# TASK STATEMENT
Search the data for the word "when" and copy each line that has it.

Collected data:
╔══
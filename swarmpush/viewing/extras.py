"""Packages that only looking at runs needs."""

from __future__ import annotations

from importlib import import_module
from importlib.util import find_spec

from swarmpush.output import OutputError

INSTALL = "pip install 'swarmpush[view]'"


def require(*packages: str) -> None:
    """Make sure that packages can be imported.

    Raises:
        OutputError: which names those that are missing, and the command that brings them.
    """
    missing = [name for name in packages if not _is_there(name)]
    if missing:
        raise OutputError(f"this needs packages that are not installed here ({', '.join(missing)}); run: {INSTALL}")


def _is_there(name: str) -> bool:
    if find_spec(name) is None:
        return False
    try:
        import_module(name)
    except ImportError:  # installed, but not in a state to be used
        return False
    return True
╚══
╔══
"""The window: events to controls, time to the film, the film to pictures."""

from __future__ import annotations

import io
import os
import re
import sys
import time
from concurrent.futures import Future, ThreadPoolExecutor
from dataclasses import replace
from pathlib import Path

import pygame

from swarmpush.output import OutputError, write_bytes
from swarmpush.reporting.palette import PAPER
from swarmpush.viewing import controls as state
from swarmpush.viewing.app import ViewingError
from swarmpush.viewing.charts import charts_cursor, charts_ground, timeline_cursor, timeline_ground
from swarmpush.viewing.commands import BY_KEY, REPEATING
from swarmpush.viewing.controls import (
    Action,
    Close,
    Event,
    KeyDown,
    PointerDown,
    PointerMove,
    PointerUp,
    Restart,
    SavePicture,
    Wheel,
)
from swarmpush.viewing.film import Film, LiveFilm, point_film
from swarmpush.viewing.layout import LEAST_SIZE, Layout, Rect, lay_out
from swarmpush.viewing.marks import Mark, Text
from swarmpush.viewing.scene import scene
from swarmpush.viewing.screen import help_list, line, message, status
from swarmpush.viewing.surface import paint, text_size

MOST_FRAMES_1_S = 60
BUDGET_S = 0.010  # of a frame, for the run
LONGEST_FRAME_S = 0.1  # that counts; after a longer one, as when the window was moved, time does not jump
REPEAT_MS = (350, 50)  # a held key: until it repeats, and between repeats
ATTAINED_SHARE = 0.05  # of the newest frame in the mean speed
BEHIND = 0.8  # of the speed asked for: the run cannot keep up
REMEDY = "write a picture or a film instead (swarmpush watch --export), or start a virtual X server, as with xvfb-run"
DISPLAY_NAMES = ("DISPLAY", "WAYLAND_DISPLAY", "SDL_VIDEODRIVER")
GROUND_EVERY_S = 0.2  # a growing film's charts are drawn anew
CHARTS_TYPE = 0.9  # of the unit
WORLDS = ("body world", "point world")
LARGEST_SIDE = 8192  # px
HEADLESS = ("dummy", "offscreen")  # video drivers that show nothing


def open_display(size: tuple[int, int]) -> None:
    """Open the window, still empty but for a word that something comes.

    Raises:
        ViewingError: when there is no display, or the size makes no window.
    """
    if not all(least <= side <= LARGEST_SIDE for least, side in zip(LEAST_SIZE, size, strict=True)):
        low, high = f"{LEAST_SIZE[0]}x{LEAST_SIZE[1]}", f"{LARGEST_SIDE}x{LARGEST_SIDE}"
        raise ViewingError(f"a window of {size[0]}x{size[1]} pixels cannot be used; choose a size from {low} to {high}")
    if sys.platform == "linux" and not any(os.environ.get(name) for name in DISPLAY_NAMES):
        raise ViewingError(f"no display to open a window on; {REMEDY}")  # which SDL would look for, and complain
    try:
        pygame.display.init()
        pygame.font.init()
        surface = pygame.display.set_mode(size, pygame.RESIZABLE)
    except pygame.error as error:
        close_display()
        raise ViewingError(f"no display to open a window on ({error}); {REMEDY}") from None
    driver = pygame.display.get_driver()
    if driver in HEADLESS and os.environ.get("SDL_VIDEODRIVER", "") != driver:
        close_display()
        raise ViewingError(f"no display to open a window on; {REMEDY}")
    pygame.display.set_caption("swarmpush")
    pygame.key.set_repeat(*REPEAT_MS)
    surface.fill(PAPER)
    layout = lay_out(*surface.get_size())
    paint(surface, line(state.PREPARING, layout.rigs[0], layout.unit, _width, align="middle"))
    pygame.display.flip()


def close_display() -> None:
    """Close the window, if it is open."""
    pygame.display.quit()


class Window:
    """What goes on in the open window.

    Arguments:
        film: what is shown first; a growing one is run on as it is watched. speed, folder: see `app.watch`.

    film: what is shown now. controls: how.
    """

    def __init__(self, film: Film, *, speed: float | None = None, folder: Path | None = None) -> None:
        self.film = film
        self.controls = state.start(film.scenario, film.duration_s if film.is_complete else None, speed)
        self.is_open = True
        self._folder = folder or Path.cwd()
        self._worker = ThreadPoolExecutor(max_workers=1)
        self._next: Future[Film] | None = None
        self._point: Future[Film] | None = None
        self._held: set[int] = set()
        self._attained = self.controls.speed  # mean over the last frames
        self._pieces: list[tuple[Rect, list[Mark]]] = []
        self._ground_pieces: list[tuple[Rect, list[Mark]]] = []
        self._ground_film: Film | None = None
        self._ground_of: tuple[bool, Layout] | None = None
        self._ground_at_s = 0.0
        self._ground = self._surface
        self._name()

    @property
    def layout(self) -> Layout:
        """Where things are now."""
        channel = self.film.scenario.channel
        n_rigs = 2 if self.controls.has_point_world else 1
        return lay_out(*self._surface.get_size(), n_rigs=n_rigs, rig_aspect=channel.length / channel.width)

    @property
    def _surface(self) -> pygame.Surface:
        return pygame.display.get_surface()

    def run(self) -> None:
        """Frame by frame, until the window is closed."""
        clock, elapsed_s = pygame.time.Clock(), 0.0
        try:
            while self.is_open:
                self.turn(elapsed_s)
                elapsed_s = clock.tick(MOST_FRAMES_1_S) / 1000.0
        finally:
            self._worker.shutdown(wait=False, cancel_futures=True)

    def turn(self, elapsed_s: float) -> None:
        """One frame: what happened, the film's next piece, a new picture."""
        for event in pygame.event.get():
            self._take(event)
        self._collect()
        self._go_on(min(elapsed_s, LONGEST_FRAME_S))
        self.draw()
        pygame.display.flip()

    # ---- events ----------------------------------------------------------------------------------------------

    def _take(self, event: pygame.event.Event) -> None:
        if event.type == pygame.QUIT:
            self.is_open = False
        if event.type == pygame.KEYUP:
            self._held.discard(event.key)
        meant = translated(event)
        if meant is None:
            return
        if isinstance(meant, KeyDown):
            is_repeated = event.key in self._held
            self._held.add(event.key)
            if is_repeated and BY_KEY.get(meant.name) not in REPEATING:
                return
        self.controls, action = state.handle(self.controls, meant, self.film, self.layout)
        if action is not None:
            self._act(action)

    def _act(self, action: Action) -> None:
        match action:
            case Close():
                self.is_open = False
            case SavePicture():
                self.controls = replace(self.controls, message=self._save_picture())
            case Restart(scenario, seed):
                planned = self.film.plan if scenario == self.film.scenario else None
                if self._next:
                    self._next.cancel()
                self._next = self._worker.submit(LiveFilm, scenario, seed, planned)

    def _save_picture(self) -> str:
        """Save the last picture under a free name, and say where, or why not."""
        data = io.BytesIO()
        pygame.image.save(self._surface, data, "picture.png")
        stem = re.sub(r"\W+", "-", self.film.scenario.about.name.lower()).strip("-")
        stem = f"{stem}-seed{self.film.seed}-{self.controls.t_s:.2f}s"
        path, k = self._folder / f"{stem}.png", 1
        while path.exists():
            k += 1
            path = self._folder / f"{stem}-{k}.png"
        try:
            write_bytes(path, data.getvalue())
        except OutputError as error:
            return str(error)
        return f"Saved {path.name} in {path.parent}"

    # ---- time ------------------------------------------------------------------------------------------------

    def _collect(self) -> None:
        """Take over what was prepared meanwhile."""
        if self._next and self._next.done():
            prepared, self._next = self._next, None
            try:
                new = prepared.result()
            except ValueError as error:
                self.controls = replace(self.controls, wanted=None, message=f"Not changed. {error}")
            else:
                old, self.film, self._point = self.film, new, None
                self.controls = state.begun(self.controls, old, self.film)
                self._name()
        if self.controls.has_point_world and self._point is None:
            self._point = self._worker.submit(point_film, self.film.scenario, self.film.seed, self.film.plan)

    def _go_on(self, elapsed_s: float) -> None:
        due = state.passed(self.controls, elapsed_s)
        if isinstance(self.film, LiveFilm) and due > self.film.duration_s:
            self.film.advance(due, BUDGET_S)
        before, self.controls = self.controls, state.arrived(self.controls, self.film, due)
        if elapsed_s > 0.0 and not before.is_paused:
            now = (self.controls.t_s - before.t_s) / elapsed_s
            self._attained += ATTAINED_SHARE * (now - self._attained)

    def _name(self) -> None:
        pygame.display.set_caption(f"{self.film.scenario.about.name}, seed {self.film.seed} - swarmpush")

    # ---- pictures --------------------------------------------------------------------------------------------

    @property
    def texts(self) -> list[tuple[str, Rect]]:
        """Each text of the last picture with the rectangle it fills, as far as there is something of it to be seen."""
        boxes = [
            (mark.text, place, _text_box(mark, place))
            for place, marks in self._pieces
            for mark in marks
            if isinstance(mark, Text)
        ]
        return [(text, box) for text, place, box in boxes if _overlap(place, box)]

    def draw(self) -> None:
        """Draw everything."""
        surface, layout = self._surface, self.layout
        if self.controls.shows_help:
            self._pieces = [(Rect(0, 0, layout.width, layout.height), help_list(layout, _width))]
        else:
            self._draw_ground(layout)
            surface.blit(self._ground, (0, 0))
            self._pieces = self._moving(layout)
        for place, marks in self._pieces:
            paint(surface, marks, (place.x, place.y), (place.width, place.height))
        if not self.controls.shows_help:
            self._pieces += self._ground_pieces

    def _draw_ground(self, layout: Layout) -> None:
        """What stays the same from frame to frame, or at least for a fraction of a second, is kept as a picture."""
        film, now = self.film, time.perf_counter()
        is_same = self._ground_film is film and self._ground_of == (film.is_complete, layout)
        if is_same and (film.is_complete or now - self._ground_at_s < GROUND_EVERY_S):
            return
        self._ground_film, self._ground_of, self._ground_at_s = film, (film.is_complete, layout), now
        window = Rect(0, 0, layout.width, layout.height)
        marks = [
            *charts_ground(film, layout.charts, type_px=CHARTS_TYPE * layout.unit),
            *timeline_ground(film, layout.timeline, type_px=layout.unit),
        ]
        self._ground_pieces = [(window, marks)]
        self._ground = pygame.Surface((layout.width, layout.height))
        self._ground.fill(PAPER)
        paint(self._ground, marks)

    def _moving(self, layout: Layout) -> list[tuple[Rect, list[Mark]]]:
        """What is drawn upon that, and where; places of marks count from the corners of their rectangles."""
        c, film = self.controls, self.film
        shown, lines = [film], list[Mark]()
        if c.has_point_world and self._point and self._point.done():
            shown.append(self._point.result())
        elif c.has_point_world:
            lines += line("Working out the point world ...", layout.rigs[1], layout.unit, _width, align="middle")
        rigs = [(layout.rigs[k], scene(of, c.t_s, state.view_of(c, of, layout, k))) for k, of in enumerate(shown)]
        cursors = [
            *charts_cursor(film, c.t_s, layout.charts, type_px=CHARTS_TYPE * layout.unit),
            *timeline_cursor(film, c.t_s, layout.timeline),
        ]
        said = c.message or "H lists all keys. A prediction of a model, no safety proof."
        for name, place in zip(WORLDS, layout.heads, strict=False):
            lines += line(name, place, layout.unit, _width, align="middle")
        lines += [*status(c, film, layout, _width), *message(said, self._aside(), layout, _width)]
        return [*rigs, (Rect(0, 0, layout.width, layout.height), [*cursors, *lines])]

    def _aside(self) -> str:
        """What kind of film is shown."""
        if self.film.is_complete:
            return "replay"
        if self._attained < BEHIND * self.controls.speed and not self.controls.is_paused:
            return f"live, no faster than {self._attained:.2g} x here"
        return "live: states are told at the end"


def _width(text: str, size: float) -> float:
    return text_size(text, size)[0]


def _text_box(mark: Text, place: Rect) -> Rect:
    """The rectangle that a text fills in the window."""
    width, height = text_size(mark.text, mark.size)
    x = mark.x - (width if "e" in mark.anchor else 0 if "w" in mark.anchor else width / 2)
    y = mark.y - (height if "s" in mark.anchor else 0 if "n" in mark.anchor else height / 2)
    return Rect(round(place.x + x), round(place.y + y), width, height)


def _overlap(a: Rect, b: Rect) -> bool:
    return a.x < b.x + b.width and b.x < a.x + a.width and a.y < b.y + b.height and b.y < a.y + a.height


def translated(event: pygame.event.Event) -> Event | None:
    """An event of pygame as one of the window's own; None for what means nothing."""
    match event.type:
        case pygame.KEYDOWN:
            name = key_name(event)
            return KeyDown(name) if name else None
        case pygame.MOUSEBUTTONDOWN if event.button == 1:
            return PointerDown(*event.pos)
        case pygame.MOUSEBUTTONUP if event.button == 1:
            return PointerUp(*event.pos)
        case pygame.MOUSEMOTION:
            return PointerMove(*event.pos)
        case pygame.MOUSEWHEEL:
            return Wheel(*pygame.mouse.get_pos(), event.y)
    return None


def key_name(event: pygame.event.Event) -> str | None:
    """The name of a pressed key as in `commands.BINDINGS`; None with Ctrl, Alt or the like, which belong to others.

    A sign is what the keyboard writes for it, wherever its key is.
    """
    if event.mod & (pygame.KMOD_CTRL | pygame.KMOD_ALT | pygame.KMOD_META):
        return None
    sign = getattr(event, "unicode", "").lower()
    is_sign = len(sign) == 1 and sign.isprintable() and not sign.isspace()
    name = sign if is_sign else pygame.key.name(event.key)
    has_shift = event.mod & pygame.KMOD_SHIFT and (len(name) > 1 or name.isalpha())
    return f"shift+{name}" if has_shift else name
╚══
# EXERCISE OUTPUT
LONGEST_FRAME_S = 0.1  # that counts; after a longer one, as when the window was moved, time does not jump
        ViewingError: when there is no display, or the size makes no window.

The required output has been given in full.